Meh, I'll try it on the job tomorrow, and if it causes me issues I'll send it back.


----------



## bubb_tubbs (Apr 15, 2012)

How's the M12 band saw treating you? I want one as well as the M18 SDS but I know the second I pull the trigger they'll announce a Fuel version.


----------



## Frasbee (Apr 7, 2008)

bubb_tubbs said:


> How's the M12 band saw treating you? I want one as well as the M18 SDS but I know the second I pull the trigger they'll announce a Fuel version.


I love the M12 bandsaw. I know I sound like a broken record. The battery lasts a long time. Would last you a full day running EMT. Well maybe not if you _really_ suck at bending pipe. Clean straight cuts with no ridiculous vibration and spent blades.

Yes I cut deep strut with it, and it does it fine, thought not better than a corded band saw of course. 

The only time I pull out the sawzall is for demo where the conduit is still filled with wire, or when I need to flush cut something to the floor or wall. It basically sits in the car or gang box.


----------



## chewy (May 9, 2010)

Try drive a screw with it, my regular impact does that when the anvil disengages but its only a couple of clicks.


----------



## Frasbee (Apr 7, 2008)

I just drove a couple screws.

It works just fine, so I'm not that concerned about it. It's not like I work in a library.

These slim pack batteries charge FAST. I got the deal where I got 1 free. So now I have 3 slim packs and 2 fat packs.


----------



## bubb_tubbs (Apr 15, 2012)

I only have fat packs so they're always interchangeable no matter what tool I use.


----------



## Frasbee (Apr 7, 2008)

bubb_tubbs said:


> I only have fat packs so they're always interchangeable no matter what tool I use.


You can use slim packs on anything. You just sacrifice run time and power for weight. I have lower back issues so the less weight on my waist the better, since I will occasionally hook the impact on my belt or pocket.


----------



## bubb_tubbs (Apr 15, 2012)

Frasbee said:


> You can use slim packs on anything. You just sacrifice run time and power for weight. I have lower back issues so the less weight on my waist the better, since I will occasionally hook the impact on my belt or pocket.


You can't put slimpacks in the saws or grinder unless you alter the battery coupling.


----------



## Frasbee (Apr 7, 2008)

bubb_tubbs said:


> You can't put slimpacks in the saws or grinder unless you alter the battery coupling.
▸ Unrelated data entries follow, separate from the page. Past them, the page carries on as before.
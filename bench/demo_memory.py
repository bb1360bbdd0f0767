"""Peak memory of the demo run against the size of its state arrays.

Target (issue 2): the demo's memory stays within 2x the size of its state arrays plus a
fixed overhead.  numpy registers its allocations with tracemalloc, so the traced peak
during ``Propagator.advance`` counts every array the run allocates (the state copies,
the kernel's scratch buffers and any temporaries).  The state is mass + radius +
position + velocity: 8 doubles per body.

Usage: python bench/demo_memory.py [--particles N ...]
Writes bench/results/demo_memory.json.
"""
from __future__ import annotations

import argparse
import json
import pathlib
import tracemalloc

import libration as lb
from libration.demo import demo_system


def measure(particles: int, span_days: float, method: str) -> dict:
    system = demo_system(particles)
    state_bytes = 8 * 8 * system.n
    tracemalloc.start()
    tracemalloc.reset_peak()
    base, _ = tracemalloc.get_traced_memory()
    propagator = lb.Propagator(system, method, step=2.0)
    for k in range(1, 11):
        propagator.advance(span_days * k / 10)
        propagator.system  # outputs are part of the job
    _, peak = tracemalloc.get_traced_memory()
    tracemalloc.stop()
    extra = peak - base
    return {"particles": particles, "bodies": system.n, "method": method, "state_bytes": state_bytes,
            "peak_extra_bytes": extra, "ratio_to_state": extra / state_bytes}


def main() -> None:
    parser = argparse.ArgumentParser(description=__doc__.splitlines()[0])
    parser.add_argument("--particles", type=int, nargs="+", default=[3000, 30000, 300000])
    parser.add_argument("--span", type=float, default=200.0, help="days per measurement")
    args = parser.parse_args()
    method = "wisdom-holman" if "wisdom-holman" in lb.METHODS else "leapfrog"
    rows = [measure(n, args.span, method) for n in args.particles]
    print(f"{'particles':>10} {'state MB':>10} {'peak extra MB':>14} {'ratio':>7}")
    for row in rows:
        print(f"{row['particles']:>10} {row['state_bytes'] / 1e6:>10.2f} {row['peak_extra_bytes'] / 1e6:>14.2f} "
              f"{row['ratio_to_state']:>7.2f}")
    out = pathlib.Path(__file__).parent / "results" / "demo_memory.json"
    out.parent.mkdir(exist_ok=True)
    out.write_text(json.dumps({"rows": rows}, indent=2))


if __name__ == "__main__":
    main()
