"""Throughput of libration's gravity kernel against N, beside plain numpy, in one run.

Cases:
  full       N bodies, all massive (N = 16 .. 16384): N * (N - 1) interactions per call
  particles  10 massive bodies + 1e4 .. 1e6 test particles: 10 * N - 10 per call
For each: the kernel on 1 and 2 threads (same bits either way) and a chunked-broadcast
numpy implementation (libration.bench.numpy_accelerations), timed in the same process;
ratios kernel/numpy and 2 threads/1 thread; the loop variants (SSE2/AVX2/AVX-512) at
N = 1024 on one thread.  Results go to bench/results/gravity.json with the machine's
description.  A full run takes about a minute here; --quick about 15 s.

    python bench/gravity.py [--quick] [--output PATH] [--threads 1,2]
"""
from __future__ import annotations

import argparse
import json
import os
import sys
import time

import numpy as np

sys.path.insert(0, os.path.dirname(os.path.abspath(__file__)))
from _machine import cpu_idle_fraction, describe_machine  # noqa: E402

from libration import _gravity  # noqa: E402
from libration.bench import (PARTICLE_SOURCES, best_time, format_table, make_system,  # noqa: E402
                             measure)

FULL_SIZES = (16, 64, 256, 1024, 4096, 16384)
PARTICLE_SIZES = (10_000, 100_000, 1_000_000)
QUICK_FULL_SIZES = (16, 256, 1024, 4096)
QUICK_PARTICLE_SIZES = (100_000,)
#: numpy is slow at the largest sizes: time it once per call there (still the same run).
NUMPY_SINGLE_SHOT_INTERACTIONS = 5e7
#: The issue's targets (issue 2, "Speed and memory"), for the summary line.
TARGET_ONE_CORE_N1024 = 8.4e8
TARGET_TWO_THREAD_SPEEDUP = 1.8
#: A run counts as clean when at least this share of all CPUs was idle just before and after.
CLEAN_IDLE_FRACTION = 0.9


def isa_rows(n: int = 1024) -> list[dict]:
    """Rate of each loop variant on one thread at N = n (all give the same bits)."""
    position, mass = make_system(n, n)
    reference = _gravity.accelerations_with_isa("baseline", position, mass, n, 1.0)
    rows = []
    for isa in _gravity.available_isas():
        seconds = best_time(lambda: _gravity.accelerations_with_isa(isa, position, mass, n, 1.0), repeats=9)
        same = bool(np.array_equal(_gravity.accelerations_with_isa(isa, position, mass, n, 1.0), reference))
        rows.append({"isa": isa, "n": n, "rate": (n * n - n) / seconds, "same_bits_as_baseline": same})
    return rows


def main(argv: list[str] | None = None) -> int:
    parser = argparse.ArgumentParser(description=__doc__.splitlines()[0])
    parser.add_argument("--quick", action="store_true", help="fewer sizes (about 15 s)")
    parser.add_argument("--output", default=os.path.join(os.path.dirname(os.path.abspath(__file__)),
                                                         "results", "gravity.json"),
                        help="JSON file to write (default bench/results/gravity.json)")
    parser.add_argument("--threads", default="1,2", help="thread counts, comma-separated (default 1,2)")
    args = parser.parse_args(argv)
    threads = tuple(int(t) for t in args.threads.split(","))

    started = time.perf_counter()
    machine = describe_machine()
    full = QUICK_FULL_SIZES if args.quick else FULL_SIZES
    particles = QUICK_PARTICLE_SIZES if args.quick else PARTICLE_SIZES
    rows = []
    for n in full:
        single = n * n > NUMPY_SINGLE_SHOT_INTERACTIONS
        rows.append(measure("full", n, n, threads, min_seconds=0.05, repeats=5 if single else 9,
                            numpy_repeats=1 if single else 5))
        print(f"  full N={n}: done", file=sys.stderr, flush=True)
    for n in particles:
        rows.append(measure("particles", n + PARTICLE_SOURCES, PARTICLE_SOURCES, threads, min_seconds=0.05,
                            repeats=9, numpy_repeats=3))
        print(f"  particles N={n}: done", file=sys.stderr, flush=True)
    variants = isa_rows()
    elapsed = time.perf_counter() - started
    machine["load_average_after"] = [round(x, 2) for x in os.getloadavg()] if hasattr(os, "getloadavg") else None
    machine["cpu_idle_fraction_after"] = cpu_idle_fraction()

    print(format_table(rows))
    print()
    print("loop variants, one thread, N = 1024:")
    for v in variants:
        print(f"  {v['isa']:>9}: {v['rate']:.3g} interactions/s  (same bits as baseline: {v['same_bits_as_baseline']})")
    at_1024 = next((r for r in rows if r["case"] == "full" and r["n"] == 1024), None)
    big = [r for r in rows if r["case"] == "full" and r["n"] >= 4096 and r.get("speedup_2")]
    summary = {}
    if at_1024 is not None:
        summary["one_core_rate_n1024"] = at_1024["kernel_1_rate"]
        summary["one_core_target_n1024"] = TARGET_ONE_CORE_N1024
        summary["vs_numpy_n1024"] = at_1024["vs_numpy"]
    if big:
        summary["min_two_thread_speedup_n_ge_4096"] = min(r["speedup_2"] for r in big)
        summary["two_thread_speedup_target"] = TARGET_TWO_THREAD_SPEEDUP
    tp = [r for r in rows if r["case"] == "particles"]
    if tp and at_1024 is not None:
        summary["particles_rate_over_full_rate_one_core"] = min(r["kernel_1_rate"] for r in tp) / at_1024["kernel_1_rate"]
    print("summary:", json.dumps({k: round(v, 3) if isinstance(v, float) and v < 1e3 else v
                                  for k, v in summary.items()}))
    print(f"machine: {machine['cpu_model']}, {machine['usable_cpus']} usable CPUs, "
          f"idle share of all CPUs {machine['cpu_idle_fraction_before']} before, "
          f"{machine['cpu_idle_fraction_after']} after; {elapsed:.0f} s")

    idle = [machine.get("cpu_idle_fraction_before"), machine.get("cpu_idle_fraction_after")]
    clean = all(x is not None and x >= CLEAN_IDLE_FRACTION for x in idle)
    if not clean:
        print(f"warning: the CPUs were not idle around the run (idle share {idle}); other work "
              f"competed, and the two-thread figures in particular are not meaningful")
    result = {"benchmark": "gravity", "clean": clean, "quick": args.quick, "machine": machine, "elapsed_s": elapsed,
              "units": {"rate": "interactions per second", "time": "seconds per call"},
              "rows": rows, "loop_variants": variants, "summary": summary}
    os.makedirs(os.path.dirname(os.path.abspath(args.output)), exist_ok=True)
    tmp = args.output + ".tmp"
    with open(tmp, "w", encoding="utf-8") as f:
        json.dump(result, f, indent=2)
        f.write("\n")
    os.replace(tmp, args.output)
    print(f"wrote {args.output}")
    return 0


if __name__ == "__main__":
    sys.exit(main())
I know the hackzall can use a slimpack. I borrowed one from another contractor the other day. The sawzall...I could see it not being compatible, it sucks the *fat* battery dry like a cum hungry slut.


----------



## chewy (May 9, 2010)

Its just a little plastic tab you can shave off with a chisel I think.


----------



## bubb_tubbs (Apr 15, 2012)

Yeah it's easy to alter them, but Fras is right - the batts don't last long under load so the slims are a tad pointless for that application.

I use the grinder pretty frequently and sometimes the circular saw so I've always bought fat packs. I also prefer the balance on the drill and impact with a bit more heft on the bottom, so it works out nicely.


----------



## Bbsound (Dec 16, 2011)

Frasbee said:


> I just drove a couple screws.
> 
> It works just fine, so I'm not that concerned about it. It's not like I work in a library.
> 
> These slim pack batteries charge FAST. I got the deal where I got 1 free. So now I have 3 slim packs and 2 fat packs.


You took my home depot advice???


----------



## Frasbee (Apr 7, 2008)

Bbsound said:


> You took my home depot advice???


Not home depot, I got it from http://www.cpomilwaukee.com/

They have free shipping on orders over 100 dollars.

A lot of distributors are offering that extra battery.


----------



## coon88 (Dec 9, 2011)

bubb_tubbs said:


> You can't put slimpacks in the saws or grinder unless you alter the battery coupling.


Yeah you can one is 1.5 ah and the other is 3.0 ah they would not make different style batteries for the same platform..m18 is m18 the run time would suck in the saw and the grinder


----------



## coon88 (Dec 9, 2011)

coon88 said:


> Yeah you can one is 1.5 ah and the other is 3.0 ah they would not make different style batteries for the same platform..m18 is m18 the run time would suck in the saw and the grinder


I stand corected I did rig the one battery on the fly when my two xc were dead....sorry about that


----------



## bubb_tubbs (Apr 15, 2012)

coon88 said:


> Yeah you can one is 1.5 ah and the other is 3.0 ah they would not make different style batteries for the same platform..m18 is m18 the run time would suck in the saw and the grinder


First off, Milwaukee doesn't make a 3.0Ah battery - the slims are 1.4 and the XCs are 2.8

Secondly, unless they have changed the tools, the high drain stuff like the Sawzall, grinder, circular saw, etc. have a plastic tab on the battery coupling that prevents he insertion of the slimpacks. You have to remove this tab to make them compatible, but it's pointless because the runtime will suffer.

Read the specs on the Milwaukee site - many of them have XC only listed as the battery type.

Makita has a similar system. There are several tools you can't insert the 1.5Ah batteries into but every tool fits the 3.0's.

Edit: correction - the red lithium batteries are 1.4 and 2.8Ah


----------